[Saved data entries]
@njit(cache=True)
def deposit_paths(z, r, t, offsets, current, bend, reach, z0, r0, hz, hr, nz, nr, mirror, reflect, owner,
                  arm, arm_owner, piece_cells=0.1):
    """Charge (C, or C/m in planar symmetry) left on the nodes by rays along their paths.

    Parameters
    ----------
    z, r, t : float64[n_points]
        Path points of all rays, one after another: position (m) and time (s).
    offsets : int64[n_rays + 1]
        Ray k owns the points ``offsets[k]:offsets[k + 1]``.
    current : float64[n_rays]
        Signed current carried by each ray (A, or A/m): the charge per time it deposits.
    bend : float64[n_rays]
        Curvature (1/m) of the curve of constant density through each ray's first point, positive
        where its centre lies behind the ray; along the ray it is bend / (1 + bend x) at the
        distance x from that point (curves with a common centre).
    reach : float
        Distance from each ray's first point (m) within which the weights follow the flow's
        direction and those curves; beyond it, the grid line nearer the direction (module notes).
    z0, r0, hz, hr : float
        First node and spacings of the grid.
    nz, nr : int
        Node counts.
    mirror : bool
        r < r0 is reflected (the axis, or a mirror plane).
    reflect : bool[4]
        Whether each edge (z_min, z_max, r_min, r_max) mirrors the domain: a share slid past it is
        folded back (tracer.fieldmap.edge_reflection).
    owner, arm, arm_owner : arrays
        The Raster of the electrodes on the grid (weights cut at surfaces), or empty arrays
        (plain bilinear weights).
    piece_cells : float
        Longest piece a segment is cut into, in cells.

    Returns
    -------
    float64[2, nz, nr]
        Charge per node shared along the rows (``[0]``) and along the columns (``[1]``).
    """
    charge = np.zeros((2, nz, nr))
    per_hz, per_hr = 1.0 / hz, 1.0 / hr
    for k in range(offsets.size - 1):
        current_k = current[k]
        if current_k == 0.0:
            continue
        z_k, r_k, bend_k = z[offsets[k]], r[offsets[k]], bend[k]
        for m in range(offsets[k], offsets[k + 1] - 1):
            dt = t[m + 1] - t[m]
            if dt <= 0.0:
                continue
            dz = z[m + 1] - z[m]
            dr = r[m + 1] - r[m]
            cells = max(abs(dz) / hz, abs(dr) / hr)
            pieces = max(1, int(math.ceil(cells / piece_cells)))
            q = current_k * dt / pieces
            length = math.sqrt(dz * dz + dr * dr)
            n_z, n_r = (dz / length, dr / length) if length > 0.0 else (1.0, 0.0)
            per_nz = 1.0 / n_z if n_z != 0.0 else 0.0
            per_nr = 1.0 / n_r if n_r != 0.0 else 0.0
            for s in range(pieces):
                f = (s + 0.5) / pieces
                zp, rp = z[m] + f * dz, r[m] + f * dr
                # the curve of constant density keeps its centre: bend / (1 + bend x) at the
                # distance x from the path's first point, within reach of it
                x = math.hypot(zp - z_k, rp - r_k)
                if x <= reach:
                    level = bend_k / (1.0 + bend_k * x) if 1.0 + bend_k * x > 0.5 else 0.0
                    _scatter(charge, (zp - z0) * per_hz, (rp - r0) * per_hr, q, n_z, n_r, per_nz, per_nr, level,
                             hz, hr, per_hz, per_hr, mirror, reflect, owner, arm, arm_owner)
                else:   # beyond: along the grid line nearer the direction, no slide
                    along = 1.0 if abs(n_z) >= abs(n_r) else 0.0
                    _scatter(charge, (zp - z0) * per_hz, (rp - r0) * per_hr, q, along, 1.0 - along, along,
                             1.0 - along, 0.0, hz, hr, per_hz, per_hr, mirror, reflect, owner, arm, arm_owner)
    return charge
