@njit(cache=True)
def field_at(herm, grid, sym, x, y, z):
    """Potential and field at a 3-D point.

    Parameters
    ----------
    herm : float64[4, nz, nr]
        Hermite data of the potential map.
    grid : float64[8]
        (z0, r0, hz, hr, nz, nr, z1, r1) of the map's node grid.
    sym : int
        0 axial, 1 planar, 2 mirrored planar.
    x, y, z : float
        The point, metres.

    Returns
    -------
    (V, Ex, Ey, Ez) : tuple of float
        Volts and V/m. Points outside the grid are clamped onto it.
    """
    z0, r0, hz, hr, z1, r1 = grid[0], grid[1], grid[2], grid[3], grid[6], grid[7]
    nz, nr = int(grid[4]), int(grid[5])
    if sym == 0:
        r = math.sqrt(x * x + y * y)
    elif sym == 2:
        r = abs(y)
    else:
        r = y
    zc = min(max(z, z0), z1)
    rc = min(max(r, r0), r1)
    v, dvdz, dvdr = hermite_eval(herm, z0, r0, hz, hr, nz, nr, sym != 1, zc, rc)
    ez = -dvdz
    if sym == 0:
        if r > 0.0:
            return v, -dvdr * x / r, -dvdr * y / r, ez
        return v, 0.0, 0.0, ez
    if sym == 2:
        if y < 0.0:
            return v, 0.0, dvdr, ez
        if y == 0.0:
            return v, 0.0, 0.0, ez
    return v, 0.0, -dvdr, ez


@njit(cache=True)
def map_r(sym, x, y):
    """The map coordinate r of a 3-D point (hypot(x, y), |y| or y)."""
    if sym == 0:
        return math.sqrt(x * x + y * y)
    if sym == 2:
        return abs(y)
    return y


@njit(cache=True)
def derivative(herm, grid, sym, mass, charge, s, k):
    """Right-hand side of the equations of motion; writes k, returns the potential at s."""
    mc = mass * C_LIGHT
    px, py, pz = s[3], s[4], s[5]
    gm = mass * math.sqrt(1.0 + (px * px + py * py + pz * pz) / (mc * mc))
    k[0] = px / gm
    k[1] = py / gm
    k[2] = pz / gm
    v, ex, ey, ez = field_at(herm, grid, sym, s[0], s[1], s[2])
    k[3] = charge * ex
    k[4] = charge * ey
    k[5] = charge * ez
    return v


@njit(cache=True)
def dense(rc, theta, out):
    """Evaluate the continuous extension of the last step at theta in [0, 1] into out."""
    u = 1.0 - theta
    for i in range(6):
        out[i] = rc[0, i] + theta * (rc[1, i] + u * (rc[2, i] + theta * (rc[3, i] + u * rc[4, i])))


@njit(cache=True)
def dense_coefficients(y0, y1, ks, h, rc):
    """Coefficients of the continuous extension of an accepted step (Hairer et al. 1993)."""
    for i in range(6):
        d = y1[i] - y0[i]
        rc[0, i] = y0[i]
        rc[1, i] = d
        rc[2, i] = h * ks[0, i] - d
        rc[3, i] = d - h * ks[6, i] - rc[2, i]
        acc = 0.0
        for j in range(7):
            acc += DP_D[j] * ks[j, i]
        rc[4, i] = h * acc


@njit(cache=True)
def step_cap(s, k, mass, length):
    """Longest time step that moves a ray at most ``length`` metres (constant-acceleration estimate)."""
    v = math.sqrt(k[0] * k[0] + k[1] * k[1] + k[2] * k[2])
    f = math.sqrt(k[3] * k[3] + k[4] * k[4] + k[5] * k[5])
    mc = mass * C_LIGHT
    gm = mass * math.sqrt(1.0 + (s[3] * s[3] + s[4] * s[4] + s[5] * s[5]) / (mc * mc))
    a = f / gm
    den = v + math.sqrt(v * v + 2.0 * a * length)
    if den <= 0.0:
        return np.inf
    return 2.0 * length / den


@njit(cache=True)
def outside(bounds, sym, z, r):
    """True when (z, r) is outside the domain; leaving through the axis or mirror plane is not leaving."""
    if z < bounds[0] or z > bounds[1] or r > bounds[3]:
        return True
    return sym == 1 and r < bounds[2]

## Exercise requirements:
Lines from the start of the records through the one containing "nz, nr : int" are what should be retyped, exactly and in full, both ends included.

## Result of the task:
@njit(cache=True)
def deposit_paths(z, r, t, offsets, current, bend, reach, z0, r0, hz, hr, nz, nr, mirror, reflect, owner,
                  arm, arm_owner, piece_cells=0.1):
    """Charge (C, or C/m in planar symmetry) left on the nodes by rays along their paths.

    Parameters
    ----------
    z, r, t : float64[n_points]
        Path points of all rays, one after another: position (m) and time (s).
    offsets : int64[n_rays + 1]
        Ray k owns the points ``offsets[k]:offsets[k + 1]``.
    current : float64[n_rays]
        Signed current carried by each ray (A, or A/m): the charge per time it deposits.
    bend : float64[n_rays]
        Curvature (1/m) of the curve of constant density through each ray's first point, positive
        where its centre lies behind the ray; along the ray it is bend / (1 + bend x) at the
        distance x from that point (curves with a common centre).
    reach : float
        Distance from each ray's first point (m) within which the weights follow the flow's
        direction and those curves; beyond it, the grid line nearer the direction (module notes).
    z0, r0, hz, hr : float
        First node and spacings of the grid.
    nz, nr : int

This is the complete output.